On January 10, the Company’s Board of Directors approved the retirement of 40,000,000 common shares owned by the Company’s CEO, Taiwo Aimasiko, in exchange for 40,000,000 Series C Preferred Shares, effectively reducing the Company’s total common shares issued and outstanding by 9.3%.


On October 10, 2017, the Company executed an Agreement for IR Services. The agreement is for six months and requires a fee of 10 million shares of common stock. The first 5,000,000 shares of common stock are required upon the execution of the agreement and were granted by the Board of Directors on October 10, 2017. The next 2.5 million shares are due in thirty days and the remaining 2.5 million, thirty days after that. The Company issued the 5,000,000 shares valued at $0.0023 per share for total non-cash expense of $11,500. On November 10, 2017, the Company issued another 2,500,000 shares of common stock valued at $0.0022 per share for total non-cash expense of $5,500. On December 10, 2017, the Company issued the last 2,500,000 shares of common stock valued at $0.001 per share for total non-cash expense of $2,500. All expense is being amortized over the remaining term of the agreement. As of February 28, 2018, $15,025 has been debited to consulting expense. As of February 28, 2018, 5,000,000 of the shares have not yet been issued by the transfer agent; therefore, they have been credited to the stock payable account.

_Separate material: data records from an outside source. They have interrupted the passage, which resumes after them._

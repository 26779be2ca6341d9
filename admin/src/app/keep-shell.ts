import { registerSW } from 'virtual:pwa-register';
import { newerWorkroom } from './newer-workroom.js';

/** Lets the service worker keep the shell, so that the Workroom opens without network. */
export function keepShell(): void {
  const take = registerSW({ onNeedRefresh: () => newerWorkroom.isReady(() => void take(true)) });
}
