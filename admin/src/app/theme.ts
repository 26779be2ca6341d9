/** The Workroom follows the device between its light and its dark form, also when that changes at dusk. */
export function followDeviceTheme(): void {
  const dark = window.matchMedia('(prefers-color-scheme: dark)');
  const show = () => {
    document.documentElement.dataset.theme = dark.matches ? 'dark' : 'light';
  };
  show();
  dark.addEventListener('change', show);
}
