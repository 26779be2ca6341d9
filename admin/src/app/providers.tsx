import { QueryClientProvider, type QueryClient } from '@tanstack/react-query';
import type { ReactNode } from 'react';

export function Providers({
  queries,
  children,
}: {
  readonly queries: QueryClient;
  readonly children: ReactNode;
}) {
  return <QueryClientProvider client={queries}>{children}</QueryClientProvider>;
}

On January 8, 2018, the Company amended and restated its Articles of Incorporation to designate 40,000,000 of the 100,000,000 shares of Preferred Stock as Series C Preferred Stock. Each share of Series C preferred stock has voting rights of 40 votes per share, and will vote alongside the common stock, not as a separate class. Each share of preferred stock can be converted into one share of common stock at any time after a one-year anniversary. Holders are entitled to dividends, if declared, equivalent to if they had converted to common stock. The Series C preferred stock have no liquidation rights. 


On October 10, 2017, the Company issued the 5,000,000 shares valued at $0.0023 per share for total non-cash expense of $11,500. On November 10, 2017, the Company issued another 2,500,000 shares of common stock valued at $0.0022 per share for total non-cash expense of $5,500. On December 10, 2017, the Company issued the last 2,500,000 shares of common stock valued at $0.001 per share for total non-cash expense of $2,500. As of February 28, 2018, 5,000,000 of the shares have not yet been issued by the transfer agent; therefore, they have been credited to the stock payable account.